### About this exercise:
Check every line of the data for the string "series" and copy the ones that have it.
== Extracted information ==
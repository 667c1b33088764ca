"""Fixed vocabularies of reportgen, checked once when the manifest is loaded.

Every choice a user can make, and every verdict reportgen can give, is spelled here so that
the manifest schema, the statistics and the dossier all use the same words.
"""

from __future__ import annotations

from typing import Final, Literal, get_args

#: Deterministic terms of a unit-root or stationarity test regression.
Deterministic = Literal["none", "constant", "constant-trend"]
#: How the deterministic terms are chosen: by reportgen's documented rule, or fixed by the user.
DeterministicPolicy = Literal["auto", "constant", "constant-trend"]
#: Criterion for the number of lagged differences in the ADF regression.
LagCriterion = Literal["aic", "bic", "t-stat"]
#: Verdict on a regression (see DESIGN.md, "Contracts").
Verdict = Literal["stationary", "cointegrated", "spurious-risk", "unbalanced", "inconclusive"]
#: Sampling frequency of a dataset.
Frequency = Literal["annual", "quarterly", "monthly", "weekly", "daily"]
#: Names of transforms a series may declare, applied left to right.
TransformName = Literal["log", "diff", "log-diff", "growth", "seasonal-diff", "lag"]
#: What to do with empty cells in a column: refuse them (the default), analyse the span between the
#: first and last value, or also fill interior gaps by linear interpolation.
MissingPolicy = Literal["error", "drop-leading-trailing", "interpolate"]
#: What to do with a series or regression too short to test: refuse it (the default), or keep it in
#: the dossier with its order undetermined and its regressions inconclusive.
TooShortPolicy = Literal["error", "report"]
#: Formats a dataset may have: files (implied by the file's suffix unless declared) and, declared only,
#: ``postgresql``, a query on a database server whose URL an environment variable holds.
DataFormat = Literal["csv", "parquet", "excel", "sqlite", "postgresql"]
#: How a dataset's periods are combined into the periods of a coarser frequency.
Aggregation = Literal["mean", "sum", "last", "first"]
#: Significance levels reportgen accepts (the levels the critical-value tables carry).
SIGNIFICANCE_LEVELS: Final[tuple[float, ...]] = (0.01, 0.05, 0.10)

#: Verdicts that mark a regression as needing attention.
FLAGGED_VERDICTS: Final[frozenset[str]] = frozenset({"spurious-risk", "unbalanced", "inconclusive"})

#: Periods per year, used for seasonal differences and for display.
PERIODS_PER_YEAR: Final[dict[str, int]] = {
    "annual": 1,
    "quarterly": 4,
    "monthly": 12,
    "weekly": 52,
    "daily": 7,  # a daily series' "season" is the week
}


def allowed(vocabulary: object) -> tuple[str, ...]:
    """The allowed words of a ``Literal`` vocabulary, for error messages."""
    return tuple(str(word) for word in get_args(vocabulary))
===
### Task solution:
#: Names of transforms a series may declare, applied left to right.
#: What to do with a series or regression too short to test: refuse it (the default), or keep it in
    "daily": 7,  # a daily series' "season" is the week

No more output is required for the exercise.